A spatial energetics model of cadmium accumulation by diving ducks

Abstract

Food-chain transfer of contaminants is often predictable below the level of birds, but relations between contaminant concentrations in birds and their foods are often weak and variable. Much of this variation probably results from the energetics of foraging in fluctuating, heterogeneous environments, which has not been accounted for in past models of contaminant uptake by birds. Because birds are highly mobile with varying lengths of stay in different areas, collecting birds and analyzing their tissues yields unclear information on the importance of local contaminants. Likewise, toxicity assays with captive birds ignore changes in food intake with varying activity and weather experienced by wild birds. Neither of these approaches alone can predict maximum allowable contaminant levels in foods that avoid toxic effects under different field conditions, or what body burdens accumulate during varying lengths of stay that might affect the birds' biology at other places and times. To allow such predictions, an individual-based computer model was developed to simulate the intake of contaminated foods by diving ducks for varying conditions such as weather, water depth, food dispersion, and the size and digestibility of food.
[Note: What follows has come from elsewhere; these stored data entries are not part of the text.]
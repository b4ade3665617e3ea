"""Real channel cross-sections solved in 2D.

:class:`Rectangle`, :class:`Trapezoid`, :class:`IsotropicEtch`,
:class:`Ellipse` and :class:`Polygon` plug into :func:`ekexplore.solve`
like the slit and the tube. Their kernel solves the flow, the Debye-Hueckel
or Poisson-Boltzmann potential and the electro-osmotic flow with linear
finite elements on graded mapped meshes (see ``METHOD.md``).
"""
from .shapes import KOH_SIDEWALL_ANGLE, Ellipse, IsotropicEtch, Polygon, Rectangle, Trapezoid
from .profiles import SectionProfiles

__all__ = ["Rectangle", "Trapezoid", "IsotropicEtch", "Ellipse", "Polygon",
           "KOH_SIDEWALL_ANGLE", "SectionProfiles"]
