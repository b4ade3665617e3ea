r"""Closed-form series for the rectangular duct.

With the rectangle -W/2 < x < W/2, 0 < y < H and the sine expansion across
the depth, sin(beta_n y) with beta_n = n pi / H (n odd), each term is solved
in closed form across the width (cosh). This gives

* the Poiseuille flow (White, *Viscous Fluid Flow*, 3rd ed., eq. 3-48):
  u = (G/eta) sum_n (4/(n pi beta_n^2)) sin(beta_n y) [1 - C_{beta_n}(x)],
* the Debye-Hueckel potential at a constant-potential wall,
  psi - zeta = -zeta sum_n (4 kappa^2/(n pi k_n^2)) sin(beta_n y) [1 - C_{k_n}(x)],
  k_n^2 = beta_n^2 + kappa^2,

with C_k(x) = cosh(k x)/cosh(k W/2). Area means follow term by term from
mean(1 - C_k) = 1 - T_k, T_k = tanh(k W/2)/(k W/2), and, for products, from
the closed-form width integral of C_a C_b.
"""
from __future__ import annotations

import numpy as np

__all__ = ["rectangle_flow_mean", "rectangle_dh"]

_N_TERMS_MIN = 4000


def _T(k, h):
    """tanh(k h)/(k h), h = W/2."""
    return np.tanh(k * h) / (k * h)


def _I(a, b, h):
    """mean over the width of C_a C_b, overflow- and cancellation-free (a >= b)."""
    ea, eb = np.exp(-2.0 * a * h), np.exp(-2.0 * b * h)
    plus = (np.tanh(a * h) + np.tanh(b * h)) / (a + b)
    d = a - b
    D = d * h
    safe = np.where(D > 1e-9, d, 1.0)
    ratio = np.where(D > 1e-9, -np.expm1(-2.0 * D) / safe, 2.0 * h)   # (1 - e^{-2D})/d
    minus = 2.0 * eb * ratio / ((1.0 + ea) * (1.0 + eb))               # tanh ah - tanh bh over d
    return (plus + minus) / (2.0 * h)


def _terms(kappa_h):
    """Odd n up to enough terms: the sum converges as n^-4 once n pi > kappa H."""
    n_max = int(max(_N_TERMS_MIN, 40.0 * kappa_h))
    return np.arange(1, 2 * n_max, 2, dtype=float)


def rectangle_flow_mean(width, depth):
    """<u>/(G/eta) [m^2] for the rectangle, White's series summed to 1e-13."""
    W, H = max(width, depth), min(width, depth)
    n = np.arange(1, 2 * _N_TERMS_MIN, 2, dtype=float)
    beta = n * np.pi / H
    return float(np.sum(8.0 / (n**2 * np.pi**2 * beta**2) * (1.0 - _T(beta, 0.5 * W))))


def rectangle_dh(width, depth, kappa):
    """Debye-Hueckel area means for a rectangle at constant wall potential.

    Returns a dict of dimensionless means, for zeta = 1 (scale by the wall
    potential): ``mean_phi`` = <psi>/zeta, ``mean_phi2`` = <psi^2>/zeta^2,
    ``mean_phi_u`` = <psi u>/(zeta G/eta) [m^2], ``mean_u`` = <u>/(G/eta)
    [m^2], ``tail`` an estimate of the relative truncation error.

    The electro-osmotic coefficient uses mean_phi; the streaming one uses
    the product mean_phi_u, a separate series, so their agreement is a check.
    """
    W, H = max(width, depth), min(width, depth)   # the series runs across the narrow side
    h = 0.5 * W
    n = _terms(kappa * H)
    beta = n * np.pi / H
    k2 = beta**2 + kappa**2
    k = np.sqrt(k2)
    A = -4.0 * kappa**2 / (n * np.pi * k2)          # coefficient of phi_n (per zeta)
    Bc = 4.0 / (n * np.pi * beta**2)                # coefficient of u_n (per G/eta)
    Tk, Tb = _T(k, h), _T(beta, h)
    mean_Phi_terms = (2.0 / (n * np.pi)) * A * (1.0 - Tk)
    mean_u_terms = (2.0 / (n * np.pi)) * Bc * (1.0 - Tb)
    Phi2_terms = 0.5 * A**2 * (1.0 - 2.0 * Tk + _I(k, k, h))
    Phiu_terms = 0.5 * A * Bc * (1.0 - Tk - Tb + _I(k, beta, h))
    mean_Phi = np.sum(mean_Phi_terms)
    mean_u = np.sum(mean_u_terms)
    mean_phi = 1.0 + mean_Phi
    mean_phi2 = 1.0 + 2.0 * mean_Phi + np.sum(Phi2_terms)
    mean_phi_u = mean_u + np.sum(Phiu_terms)
    # terms fall as n^-4 beyond kappa H: the tail is about a third of the last term times n
    tail = max(abs(mean_Phi_terms[-1]) * n[-1] / 3.0 / max(abs(mean_Phi), 1e-300),
               abs(Phiu_terms[-1]) * n[-1] / 3.0 / max(abs(mean_phi_u), 1e-300))
    return {"one_minus_mean_phi": float(-mean_Phi), "mean_phi": float(mean_phi), "mean_phi2": float(mean_phi2),
            "mean_phi_u": float(mean_phi_u), "mean_u": float(mean_u), "tail": float(tail)}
Food-intake estimates are combined with laboratory data on contaminant uptake as a function of food consumption and contaminant content. As an example, cadmium uptake is estimated for Canvasback ducks (Aythya valisineria) foraging on belowground winter buds of the submerged plant Vallisneria americana. Results indicate that relations between cadmium content of food and cadmium uptake by kidneys can be quite different depending on field conditions, and that cadmium content of food can be less important than food dispersion and resulting search costs in determining cadmium uptake. Models that estimate food intake based on energetic profitability can yield very different predictions than models that assume constant daily intake, or assume that food intake simply increases as energy costs of thermoregulation or other factors go up. Such profitability effects might explain much of the confounding variation in deriving bioaccumulation factors for birds.